To be sure, the data that we employed in the comparison shown in the figure are now dated. There are newer results. I do not think the general picture provided by John Hattie (2008), which is far more comprehensive and up-to-date examination than our article, contradicts the perspective I am presenting.3
All of these observations are aimed at the point that effects of instructional practices matter more than our personal preferences for the practices. Whether I like Method Red or Method Blue matters lots less than what those methods do. for learners. Your kids deserve more than just getting the instruction we might like.
So, let me reiterate my recommendation that you drive carefully and wear seatbelts, take care of yourselves (‘cause we need people who give a damn about kids’ outcomes), and teach our kids well.
JohnL
John Wills Lloyd, Ph.D.
UVA Professor Emeritus
Founder & Editor, https://www.SpecialEducationToday.com/
Reference
Hattie, J. (2008). Visible learning: A synthesis of over 800 meta-analyses relating to achievement. Routledge.

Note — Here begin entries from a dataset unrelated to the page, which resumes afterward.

import { BullModule } from '@nestjs/bull';
import { Module } from '@nestjs/common';
import { bullRedisOptions, readRedisConfig } from '@sixtyfold/api/database';
import { SCAN_QUEUE } from '@sixtyfold/shared';
import { readWorkerConfig } from '../config/worker.config';
import { HeartbeatModule } from '../heartbeat/heartbeat.module';
import { REDIS_CLIENT } from '../heartbeat/redis-client.provider';
import { ComputeChunkService } from './compute-chunk.service';
import { ScanChunkProcessor } from './scan-chunk.processor';

// Bull takes the queue's settings when the module is declared, so they are read from the environment here.
const { lockDurationMs } = readWorkerConfig();

@Module({
  imports: [
    BullModule.forRootAsync({
      // Waits for the heartbeat client, which has signed in with the same credentials: a refused
      // password stops the worker at boot instead of leaving bull retrying in the background.
      imports: [HeartbeatModule],
      inject: [REDIS_CLIENT],
      useFactory: () => ({ redis: bullRedisOptions(readRedisConfig()) }),
    }),
    BullModule.registerQueue({
      name: SCAN_QUEUE,
      // A running chunk renews its lock between points (ComputeChunkService), so the lock lapses
      // only when its worker is gone or hung: another worker's stall check, every stalledInterval,
      // then takes the chunk back, at most lockDuration + stalledInterval (35 s by default) after
      // the last renewal. A chunk that stalls more than maxStalledCount times fails for good.
      settings: { lockDuration: lockDurationMs, stalledInterval: 5_000, maxStalledCount: 3 },
    }),
    HeartbeatModule,
  ],
  providers: [ComputeChunkService, ScanChunkProcessor],
})
export class ScansModule {}
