import { BullModule } from '@nestjs/bull';
import { Module } from '@nestjs/common';
import { readRedisConfig } from '@sixtyfold/api/database';
import { SCAN_QUEUE } from '@sixtyfold/shared';
import { HeartbeatModule } from '../heartbeat/heartbeat.module';
import { ComputeChunkService } from './compute-chunk.service';
import { ScanChunkProcessor } from './scan-chunk.processor';

@Module({
  imports: [
    BullModule.forRootAsync({
      useFactory: () => {
        const { host, port, db, password } = readRedisConfig();
        return { redis: { host, port, db, password } };
      },
    }),
    BullModule.registerQueue({ name: SCAN_QUEUE }),
    HeartbeatModule,
  ],
  providers: [ComputeChunkService, ScanChunkProcessor],
})
export class ScansModule {}
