import { Module } from '@nestjs/common';
import { ScanQueueModule } from '@sixtyfold/api/queue';
import { readWorkerConfig } from '../config/worker.config';
import { HeartbeatModule } from '../heartbeat/heartbeat.module';
import { ComputeChunkService } from './compute-chunk.service';
import { ScanChunkProcessor } from './scan-chunk.processor';
import { ReproducePointsService } from './reproduce-points.service';
import { ScanReproductionProcessor } from './scan-reproduction.processor';

// Bull takes the queue's settings when the module is declared, so they are read from the environment here.
const { lockDurationMs } = readWorkerConfig();

@Module({
  imports: [
    ScanQueueModule.register({
      // A running chunk renews its lock between points (ComputeChunkService), so the lock lapses
      // only when its worker is gone or hung: another worker's stall check, every stalledInterval,
      // then takes the chunk back, at most lockDuration + stalledInterval (35 s by default) after
      // the last renewal. A chunk that stalls more than maxStalledCount times fails for good.
      settings: { lockDuration: lockDurationMs, stalledInterval: 5_000, maxStalledCount: 3 },
    }),
    HeartbeatModule,
  ],
  providers: [ComputeChunkService, ScanChunkProcessor, ReproducePointsService, ScanReproductionProcessor],
})
export class ScansModule {}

Hattie, J. (2023). Visible learning: The sequel: A synthesis of over 2,100 meta-analyses relating to achievement. Routledge.
Lloyd, J. W., Forness, S. R., & Kavale, K. A. (1998). Some methods are more effective than others. Intervention In School and Clinic, 33(4), 195-200. https://doi.org/10.1177/105345129803300401
Footnote
If a dear reader (or two) thinks she has read all 885 of them (886 including this one) or even 600 of them, please let me know. I’d enjoy chatting about stronger and weaker posts. (And, rest assured, I promise I am not planning a quiz.)
If you would like to have a PDF of the Lloyd et al. article, just reply to this newsletter-message and ask for one. I can send it to you at no charge.
I point to Professor Hattie’s first book knowing full well that his more recent book (2023) may not correspond precisely with my views. I have ordered and eagerly anticipate reading the newer volume.